Records to use START
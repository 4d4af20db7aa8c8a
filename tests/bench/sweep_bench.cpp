// zout-sweep-bench: how close zoutd's sweeps come to the physics, and whether its memory stays
// flat over a long soak. Real processes throughout: zout-sim on loopback TCP and zoutd on a
// temporary database and socket. Run by scripts/bench-sweep; prints figures, asserts nothing.
//
//  1. Ground truth: the bench tool drives the simulated instruments itself, step by step through
//     the plan, and asks the simulator after each change how long the unit takes to settle within
//     the plan's tolerance (truth.settle_time_s) and its slowest time constant. The physical
//     limit of the run is the sum over steps of that settle time plus one DC meter integration.
//  2. zoutd runs the plan as written (its settling detector); wall time from `running` to the end.
//  3. zoutd runs the same plan with a fixed dwell of five of the slowest time constants per step.
//  4. Soak: a few hundred short sweeps on the same board without its output filter; the
//     daemon's RSS after the first ten sweeps against its peak RSS at the end.
// The unit is taken out and put back (discharged) before each timed run, so each starts cold.

#include <CLI/CLI.hpp>
#include <fmt/format.h>

#include <chrono>
#include <cmath>
#include <filesystem>
#include <fstream>
#include <iostream>
#include <map>
#include <memory>
#include <string>
#include <thread>
#include <vector>

#include <nlohmann/json.hpp>
#include <unistd.h>

#include "daemon/api/control_client.h"
#include "daemon/engine/bench_connection.h"
#include "daemon/plan/bench_config.h"
#include "daemon/plan/plan.h"
#include "drivers/scpi/session.h"
#include "drivers/transport/address.h"
#include "drivers/transport/transport_factory.h"
#include "tests/support/sim_process.h"

using namespace zout;
using namespace std::chrono_literals;
using nlohmann::json;
using Clock = std::chrono::steady_clock;

namespace {

json read_json(const std::string& path) {
  std::ifstream in(path);
  if (!in) throw std::runtime_error("cannot read " + path);
  return json::parse(in);
}

void write_json(const std::string& path, const json& value) { std::ofstream(path) << value.dump(2) << "\n"; }

double seconds(Clock::duration d) { return std::chrono::duration<double>(d).count(); }

// One zout-sim process and a line session on its control channel.
struct Simulator {
  Simulator(const std::string& config_path)
      : process({ZOUT_SIM_PATH, "--config", config_path, "--port-base", "0"}, 20s),
        addresses(json::parse(process.ready_line())),
        control(make_transport(parse_address(addresses.at("control").get<std::string>())), 10'000ms) {}

  json call(const json& request) {
    json reply = json::parse(control.query(request.dump()));
    if (reply.value("ok", false) != true) throw std::runtime_error("zout-sim control: " + reply.dump());
    return reply;
  }

  // Takes the unit out of its slot and puts it back: it is then discharged.
  void reseat(int slot, const json& unit) {
    call({{"op", "remove_unit"}, {"slot", slot}});
    json insert = {{"op", "insert_unit"}, {"slot", slot}, {"serial", unit.at("serial")}};
    if (unit.contains("fault")) insert["fault"] = unit.at("fault");
    call(insert);
  }

  test::SimProcess process;
  json addresses;
  Session control;
};

// A bench file for `sim` in `dir`, with the safety maxima of the shipped simulated bench.
std::string write_bench(const std::string& dir, const Simulator& sim) {
  json bench = read_json(std::string(ZOUT_SOURCE_DIR) + "/config/bench.sim.json");
  bench["station"] = "bench-sweep";
  bench["database"] = "zout.db";
  bench["control"]["socket"] = "zoutd.sock";
  for (const char* role : {"source", "meter", "load", "switch"}) {
    bench["instruments"][role]["address"] = sim.addresses.at(role);
    bench["instruments"][role]["dialect"] = std::string(ZOUT_SOURCE_DIR) + "/config/dialects/scpi-" + role + ".json";
  }
  const std::string path = dir + "/bench.json";
  write_json(path, bench);
  return path;
}

struct StepTruth {
  double set_amps = 0.0;
  double settle_s = 0.0;        // the unit's own time to settle within the plan's tolerance
  double time_constant_s = 0.0; // the slowest decay under this step's settings
};

// Part 1: steps the load through the plan by hand and asks the simulator for ground truth.
std::vector<StepTruth> ground_truth(Simulator& sim, const std::string& bench_path, const Plan& plan, int slot) {
  const BenchConfig config = load_bench_file(bench_path);
  BenchConnection bench(config);
  bench.connect();
  if (!bench.enter_safe_state().empty()) throw std::runtime_error("ground truth: bench not safe");
  bench.panel_switch()->close_slot(slot);
  bench.source().select_sine();
  bench.source().set_frequency_hz(plan.source.frequency_hz);
  bench.source().set_amplitude_volts_peak(plan.source.amplitude_volts_peak);
  bench.source().set_offset_volts(plan.source.offset_volts);
  bench.load().select_mode(LoadMode::constant_current);
  bench.load().set_current_amps(plan.load.steps[0]);
  bench.load().set_input(true);
  // Commands travel on other links than the truth request: *OPC? makes sure they have acted.
  const auto acted = [&](const char* role) { bench.session(role).query("*OPC?"); };
  acted("switch");
  acted("load");

  const json ask = {{"op", "truth"}, {"tolerance_volts", plan.settle.tolerance_volts}};
  std::vector<StepTruth> steps;
  for (std::size_t k = 0; k < plan.load.steps.size(); ++k) {
    if (k == 0) {
      bench.source().set_output(true);  // step 0 settles from the drive switching on
      acted("source");
    } else {
      bench.load().set_current_amps(plan.load.steps[k]);
      acted("load");
    }
    const auto changed = Clock::now();
    const json truth = sim.call(ask);
    StepTruth step;
    step.set_amps = plan.load.steps[k];
    step.settle_s = truth.at("settle_time_s").is_number() ? truth.at("settle_time_s").get<double>() : INFINITY;
    step.time_constant_s =
        truth.at("time_constant_s").is_number() ? truth.at("time_constant_s").get<double>() : INFINITY;
    steps.push_back(step);
    if (!std::isfinite(step.settle_s)) {
      throw std::runtime_error(fmt::format("step {} never settles: {}", k + 1, truth.dump()));
    }
    // Let the simulated time pass, so the next step starts where a real run would.
    std::this_thread::sleep_until(changed + std::chrono::duration_cast<Clock::duration>(
                                                std::chrono::duration<double>(step.settle_s + 0.05)));
  }
  bench.enter_safe_state();
  return steps;
}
Records to use END
Your assignment:
When the word "query" appears in a line of the listing, pull that line out.

Exercise output:
    json reply = json::parse(control.query(request.dump()));
  const auto acted = [&](const char* role) { bench.session(role).query("*OPC?"); };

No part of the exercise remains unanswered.